> [Task description]:
Be exact. Print each record as it stands.

> [Exercise input]:

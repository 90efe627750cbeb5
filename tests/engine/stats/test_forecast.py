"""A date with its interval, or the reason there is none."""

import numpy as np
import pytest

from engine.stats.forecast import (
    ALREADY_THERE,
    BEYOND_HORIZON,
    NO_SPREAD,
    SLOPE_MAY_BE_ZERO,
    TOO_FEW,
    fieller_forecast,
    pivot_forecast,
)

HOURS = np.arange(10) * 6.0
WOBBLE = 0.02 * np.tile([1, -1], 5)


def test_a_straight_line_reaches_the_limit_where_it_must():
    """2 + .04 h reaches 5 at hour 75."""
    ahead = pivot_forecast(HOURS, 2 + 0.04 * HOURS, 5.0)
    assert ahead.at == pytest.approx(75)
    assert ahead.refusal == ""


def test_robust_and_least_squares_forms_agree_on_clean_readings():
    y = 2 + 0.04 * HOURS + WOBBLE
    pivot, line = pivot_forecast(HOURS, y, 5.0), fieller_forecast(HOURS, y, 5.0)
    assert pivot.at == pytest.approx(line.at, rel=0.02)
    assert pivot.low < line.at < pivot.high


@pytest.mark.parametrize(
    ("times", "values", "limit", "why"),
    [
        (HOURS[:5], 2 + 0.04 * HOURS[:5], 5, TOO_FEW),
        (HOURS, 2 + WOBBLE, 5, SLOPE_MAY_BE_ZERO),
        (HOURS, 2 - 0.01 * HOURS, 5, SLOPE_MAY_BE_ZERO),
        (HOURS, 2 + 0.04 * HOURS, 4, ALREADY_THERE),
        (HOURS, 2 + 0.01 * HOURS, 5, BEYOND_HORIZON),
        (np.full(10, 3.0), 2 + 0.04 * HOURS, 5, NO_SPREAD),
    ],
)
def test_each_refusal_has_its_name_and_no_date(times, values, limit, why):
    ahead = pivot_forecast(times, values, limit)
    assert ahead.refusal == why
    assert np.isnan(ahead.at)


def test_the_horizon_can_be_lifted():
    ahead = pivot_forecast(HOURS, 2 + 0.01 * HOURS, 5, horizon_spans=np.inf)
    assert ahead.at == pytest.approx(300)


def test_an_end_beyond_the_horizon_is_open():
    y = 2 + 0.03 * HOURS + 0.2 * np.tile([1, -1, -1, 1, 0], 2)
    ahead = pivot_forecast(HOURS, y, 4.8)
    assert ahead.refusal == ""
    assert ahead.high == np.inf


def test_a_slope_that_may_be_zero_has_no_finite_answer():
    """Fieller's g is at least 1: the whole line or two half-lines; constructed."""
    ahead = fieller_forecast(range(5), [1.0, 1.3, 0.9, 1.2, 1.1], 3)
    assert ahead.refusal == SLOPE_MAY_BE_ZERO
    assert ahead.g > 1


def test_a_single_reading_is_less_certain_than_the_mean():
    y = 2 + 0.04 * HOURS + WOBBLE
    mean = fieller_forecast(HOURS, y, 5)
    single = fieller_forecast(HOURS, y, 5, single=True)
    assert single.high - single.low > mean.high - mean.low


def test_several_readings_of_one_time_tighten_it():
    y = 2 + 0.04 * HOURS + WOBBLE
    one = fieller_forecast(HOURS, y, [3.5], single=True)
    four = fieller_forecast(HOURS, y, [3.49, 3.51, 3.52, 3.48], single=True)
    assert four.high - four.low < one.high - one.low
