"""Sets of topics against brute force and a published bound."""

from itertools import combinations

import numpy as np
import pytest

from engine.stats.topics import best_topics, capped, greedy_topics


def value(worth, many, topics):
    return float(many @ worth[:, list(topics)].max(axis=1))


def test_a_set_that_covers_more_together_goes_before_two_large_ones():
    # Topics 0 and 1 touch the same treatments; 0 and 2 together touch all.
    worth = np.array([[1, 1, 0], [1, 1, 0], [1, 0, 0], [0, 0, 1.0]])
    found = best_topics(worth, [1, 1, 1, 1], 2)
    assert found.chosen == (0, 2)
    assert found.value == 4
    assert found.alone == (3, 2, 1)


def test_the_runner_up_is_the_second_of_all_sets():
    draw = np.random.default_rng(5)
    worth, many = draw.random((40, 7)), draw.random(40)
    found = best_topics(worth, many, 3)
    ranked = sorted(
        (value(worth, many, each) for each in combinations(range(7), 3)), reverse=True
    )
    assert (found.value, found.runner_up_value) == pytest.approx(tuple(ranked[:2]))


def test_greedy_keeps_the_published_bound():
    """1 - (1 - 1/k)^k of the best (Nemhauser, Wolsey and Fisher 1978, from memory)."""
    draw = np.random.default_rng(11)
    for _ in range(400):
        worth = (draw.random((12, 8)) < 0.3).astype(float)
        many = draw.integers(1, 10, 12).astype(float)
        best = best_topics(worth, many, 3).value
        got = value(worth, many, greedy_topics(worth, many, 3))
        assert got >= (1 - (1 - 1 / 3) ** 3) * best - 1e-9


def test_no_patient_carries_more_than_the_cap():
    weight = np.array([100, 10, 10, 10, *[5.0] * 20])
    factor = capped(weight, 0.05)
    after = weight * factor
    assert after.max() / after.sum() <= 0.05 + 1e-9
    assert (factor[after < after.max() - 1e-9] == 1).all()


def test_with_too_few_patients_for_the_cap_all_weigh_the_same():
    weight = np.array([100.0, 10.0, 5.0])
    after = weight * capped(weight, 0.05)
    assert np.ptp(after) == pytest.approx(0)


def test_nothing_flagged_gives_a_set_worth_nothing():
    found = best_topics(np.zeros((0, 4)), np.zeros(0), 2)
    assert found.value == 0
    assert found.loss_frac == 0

> [Answer box]:
repository 90efe627750cbeb5
filename tests/engine/stats/test_forecast.py
"""A date with its interval, or the reason there is none."""

import numpy as np
import pytest

from engine.stats.forecast import (
    ALREADY_THERE,
    BEYOND_HORIZON,
    NO_SPREAD,
    SLOPE_MAY_BE_ZERO,
    TOO_FEW,
    fieller_forecast,
    pivot_forecast,
)

HOURS = np.arange(10) * 6.0
WOBBLE = 0.02 * np.tile([1, -1], 5)


def test_a_straight_line_reaches_the_limit_where_it_must():
    """2 + .04 h reaches 5 at hour 75."""
    ahead = pivot_forecast(HOURS, 2 + 0.04 * HOURS, 5.0)
    assert ahead.at == pytest.approx(75)
    assert ahead.refusal == ""


def test_robust_and_least_squares_forms_agree_on_clean_readings():
    y = 2 + 0.04 * HOURS + WOBBLE
    pivot, line = pivot_forecast(HOURS, y, 5.0), fieller_forecast(HOURS, y, 5.0)
    assert pivot.at == pytest.approx(line.at, rel=0.02)
    assert pivot.low < line.at < pivot.high


@pytest.mark.parametrize(
    ("times", "values", "limit", "why"),
    [
        (HOURS[:5], 2 + 0.04 * HOURS[:5], 5, TOO_FEW),
        (HOURS, 2 + WOBBLE, 5, SLOPE_MAY_BE_ZERO),
        (HOURS, 2 - 0.01 * HOURS, 5, SLOPE_MAY_BE_ZERO),
        (HOURS, 2 + 0.04 * HOURS, 4, ALREADY_THERE),
        (HOURS, 2 + 0.01 * HOURS, 5, BEYOND_HORIZON),
        (np.full(10, 3.0), 2 + 0.04 * HOURS, 5, NO_SPREAD),
    ],
)
def test_each_refusal_has_its_name_and_no_date(times, values, limit, why):
    ahead = pivot_forecast(times, values, limit)
    assert ahead.refusal == why
    assert np.isnan(ahead.at)


def test_the_horizon_can_be_lifted():
    ahead = pivot_forecast(HOURS, 2 + 0.01 * HOURS, 5, horizon_spans=np.inf)
    assert ahead.at == pytest.approx(300)


def test_an_end_beyond_the_horizon_is_open():
    y = 2 + 0.03 * HOURS + 0.2 * np.tile([1, -1, -1, 1, 0], 2)
    ahead = pivot_forecast(HOURS, y, 4.8)
    assert ahead.refusal == ""
    assert ahead.high == np.inf


def test_a_slope_that_may_be_zero_has_no_finite_answer():
    """Fieller's g is at least 1: the whole line or two half-lines; constructed."""
    ahead = fieller_forecast(range(5), [1.0, 1.3, 0.9, 1.2, 1.1], 3)
    assert ahead.refusal == SLOPE_MAY_BE_ZERO
    assert ahead.g > 1


def test_a_single_reading_is_less_certain_than_the_mean():
    y = 2 + 0.04 * HOURS + WOBBLE
    mean = fieller_forecast(HOURS, y, 5)
    single = fieller_forecast(HOURS, y, 5, single=True)
    assert single.high - single.low > mean.high - mean.low


def test_several_readings_of_one_time_tighten_it():
    y = 2 + 0.04 * HOURS + WOBBLE
    one = fieller_forecast(HOURS, y, [3.5], single=True)
    four = fieller_forecast(HOURS, y, [3.49, 3.51, 3.52, 3.48], single=True)
    assert four.high - four.low < one.high - one.low
"""Sets of topics against brute force and a published bound."""

from itertools import combinations

import numpy as np
import pytest

from engine.stats.topics import best_topics, capped, greedy_topics


def value(worth, many, topics):
    return float(many @ worth[:, list(topics)].max(axis=1))


def test_a_set_that_covers_more_together_goes_before_two_large_ones():
    # Topics 0 and 1 touch the same treatments; 0 and 2 together touch all.
    worth = np.array([[1, 1, 0], [1, 1, 0], [1, 0, 0], [0, 0, 1.0]])
    found = best_topics(worth, [1, 1, 1, 1], 2)
    assert found.chosen == (0, 2)
    assert found.value == 4
    assert found.alone == (3, 2, 1)


def test_the_runner_up_is_the_second_of_all_sets():
    draw = np.random.default_rng(5)
    worth, many = draw.random((40, 7)), draw.random(40)
    found = best_topics(worth, many, 3)
    ranked = sorted(
        (value(worth, many, each) for each in combinations(range(7), 3)), reverse=True
    )
    assert (found.value, found.runner_up_value) == pytest.approx(tuple(ranked[:2]))


def test_greedy_keeps_the_published_bound():
    """1 - (1 - 1/k)^k of the best (Nemhauser, Wolsey and Fisher 1978, from memory)."""
    draw = np.random.default_rng(11)
    for _ in range(400):
        worth = (draw.random((12, 8)) < 0.3).astype(float)
        many = draw.integers(1, 10, 12).astype(float)
        best = best_topics(worth, many, 3).value
        got = value(worth, many, greedy_topics(worth, many, 3))
        assert got >= (1 - (1 - 1 / 3) ** 3) * best - 1e-9


def test_no_patient_carries_more_than_the_cap():
    weight = np.array([100, 10, 10, 10, *[5.0] * 20])
    factor = capped(weight, 0.05)
    after = weight * factor
    assert after.max() / after.sum() <= 0.05 + 1e-9
    assert (factor[after < after.max() - 1e-9] == 1).all()


def test_with_too_few_patients_for_the_cap_all_weigh_the_same():
    weight = np.array([100.0, 10.0, 5.0])
    after = weight * capped(weight, 0.05)
    assert np.ptp(after) == pytest.approx(0)


def test_nothing_flagged_gives_a_set_worth_nothing():
    found = best_topics(np.zeros((0, 4)), np.zeros(0), 2)
    assert found.value == 0
    assert found.loss_frac == 0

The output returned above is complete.